North Korean pirate radio: homemade devices deliver banned broadcasts - xhevahir
http://www.theguardian.com/world/2014/jul/28/north-korea-defector-radio

======
chatmasta
The situation in North Korea is one of the greatest humanitarian crises of our
time, and perhaps even of the ages. As engineers, we have a lot of power to
help the people of North Korea. Our goal should be a constant funnel of
information from the outside world, just as this radio provides (albeit in a
limited capacity). Free flow of information is not only incredibly powerful,
but also relatively cheap to spread. It should be our job to find ways to
spread it into North Korea.

With Google and Facebook's balloon/drone internet access programs, I suspect
the availability of Internet -- and subsequently information -- in North Korea
is only going to grow. In preparation for this, we should be developing
solutions that enable cheap, surreptitious reception of information/internet
for North Koreans. I would like to see organizations like LiNK (liberty in
North Korea) get far more attention, and use that publicity to recruit
engineering partnerships.

If we -- engineers, startups, big tech co's (the collective engineering
community) -- pool together our knowledge and resources, partnering with
organizations like LiNK, then we can drive real grassroots change within North
Korea.

I don't know exactly what the immediate next steps are, but it's clear to me
that from a humanitarian perspective, North Korea is an open field where tech
can generate far more progress than it can in developed countries, where
solving first world problems adds comparatively little to general well-being.
One thing I know for sure, is that leadership on this front needs to come from
the big tech companies.
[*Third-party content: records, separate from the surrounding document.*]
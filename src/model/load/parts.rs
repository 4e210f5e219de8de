//! Processes, harvests and the equations: the sections `processes`, `change`, `next` and `harvest`, also inside scenarios.

use super::desk::{Desk, Fields, is_null};
use super::keys::{HARVEST, PROCESS, WHENS};
use super::names::{Names, Scope};
use crate::model::messages::Message;
use crate::model::tree::{Entry, Node};
use crate::model::{Accounting, Harvest, Process, Term, TimeKind, When};

/// The processes of a section; empty where there is none.
pub(super) fn processes(desk: &mut Desk<'_>, names: &Names, fields: &Fields<'_>) -> Vec<Process> {
    let help = "write each process as a key, for example {growth: {rate: r*N, effect: {N: 1}}}";
    let entries = section(desk, fields.get("processes"), "\"processes\"", "a map of processes", help);
    entries.iter().filter_map(|entry| process(desk, names, entry)).collect()
}

fn section<'n>(desk: &mut Desk<'_>, node: Option<&'n Node>, name: &str, what: &str, help: &str) -> &'n [Entry] {
    node.filter(|node| !is_null(node)).and_then(|node| desk.map(node, name, what, help)).unwrap_or_default()
}

fn process(desk: &mut Desk<'_>, names: &Names, entry: &Entry) -> Option<Process> {
    let what = format!("the process \"{}\"", entry.key);
    let fields = desk.fields(&entry.value, &PROCESS, &what, entry.key_at)?;
    let rate = fields.get("rate").and_then(|node| names.formula(desk, node, "\"rate\"", Scope::Everything));
    let effect = fields.get("effect").and_then(|node| names.terms(desk, node, "\"effect\"", "{N: 1}"));
    Some(Process { name: entry.key.clone(), at: entry.key_at, rate: rate?, effect: effect? })
}

/// The terms of `change` or `next`.
pub(super) fn equations(desk: &mut Desk<'_>, names: &Names, fields: &Fields<'_>, key: &str) -> Vec<Term> {
    let Some(node) = fields.get(key) else { return Vec::new() };
    let example = if key == "next" { "{N: N*exp(r*(1 - N/K))}" } else { "{N: -m*N}" };
    names.terms(desk, node, &format!("\"{key}\""), example).unwrap_or_default()
}

/// The harvests of a section; empty where there is none.
pub(super) fn harvests(desk: &mut Desk<'_>, names: &Names, fields: &Fields<'_>, time: &TimeKind) -> Vec<Harvest> {
    let help = "write each harvest as a key, for example {catch: {takes: {N: q*E*N}}}";
    let entries = section(desk, fields.get("harvest"), "\"harvest\"", "a map of harvests", help);
    entries.iter().filter_map(|entry| harvest(desk, names, entry, time)).collect()
}

fn harvest(desk: &mut Desk<'_>, names: &Names, entry: &Entry, time: &TimeKind) -> Option<Harvest> {
    let what = format!("the harvest \"{}\"", entry.key);
    let fields = desk.fields(&entry.value, &HARVEST, &what, entry.key_at)?;
    let when = when(desk, &fields, time);
    let amounts = amounts(desk, names, &fields, entry);
    let price = fields.get("price").and_then(|node| names.terms(desk, node, "\"price\"", "{N: 0.3}"));
    let cost = fields.get("cost").map(|node| names.formula(desk, node, "\"cost\"", Scope::Everything));
    let (accounting, amounts) = amounts?;
    let price = price.unwrap_or_default();
    for term in price.iter().filter(|term| amounts.iter().all(|amount| amount.species != term.species)) {
        desk.say(Message::PriceUnused, term.key_at, &[&symbol_of(desk, term), &entry.key]);
    }
    let cost = match cost {
        Some(cost) => Some(cost?),
        None => None,
    };
    Some(Harvest { name: entry.key.clone(), at: entry.key_at, when, accounting, amounts, price, cost })
}

fn symbol_of(desk: &Desk<'_>, term: &Term) -> String {
    let span = term.key_at.span;
    let source = desk.sources.get(term.key_at.source);
    source.and_then(|source| source.text.get(span.start..span.end)).unwrap_or_default().to_owned()
}

fn when(desk: &mut Desk<'_>, fields: &Fields<'_>, time: &TimeKind) -> When {
    let Some(entry) = fields.entry("when") else { return When::default() };
    if *time == TimeKind::Continuous {
        desk.say(Message::WhenContinuous, entry.key_at, &[]);
    }
    let whens = [When::Before, When::After];
    desk.word(&entry.value, "\"when\"", WHENS).map_or(When::default(), |index| whens[index])
}

fn amounts(desk: &mut Desk<'_>, names: &Names, fields: &Fields<'_>, entry: &Entry) -> Option<(Accounting, Vec<Term>)> {
    let (key, accounting) = match (fields.entry("takes"), fields.entry("counts")) {
        (Some(_), Some(counts)) => {
            desk.say(Message::TakesAndCounts, counts.key_at, &[&entry.key]);
            return None;
        }
        (None, None) => {
            desk.say(Message::TakesOrCounts, entry.key_at, &[&entry.key]);
            return None;
        }
        (Some(_), None) => ("takes", Accounting::Takes),
        (None, Some(_)) => ("counts", Accounting::Counts),
    };
    let terms = names.terms(desk, fields.get(key)?, &format!("\"{key}\""), "{N: q*E*N}")?;
    Some((accounting, terms))
}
Google, Amazon, Facebook and Microsoft all have
thousands of talented engineers, billions of dollars, and incredible resources
at their disposal. Yet not one of them has done a single thing to advance the
cause of liberty in North Korea. Why not?

While Western governments are busy sitting on their hands, too scared of China
to make any aggressive moves in North Korea, it should be the tech companies
-- those at the forefront of engineering and human progress -- who are leading
the charge.

Who's going to step up?

------
cheepin
This type of stuff reminds me of prison-tech.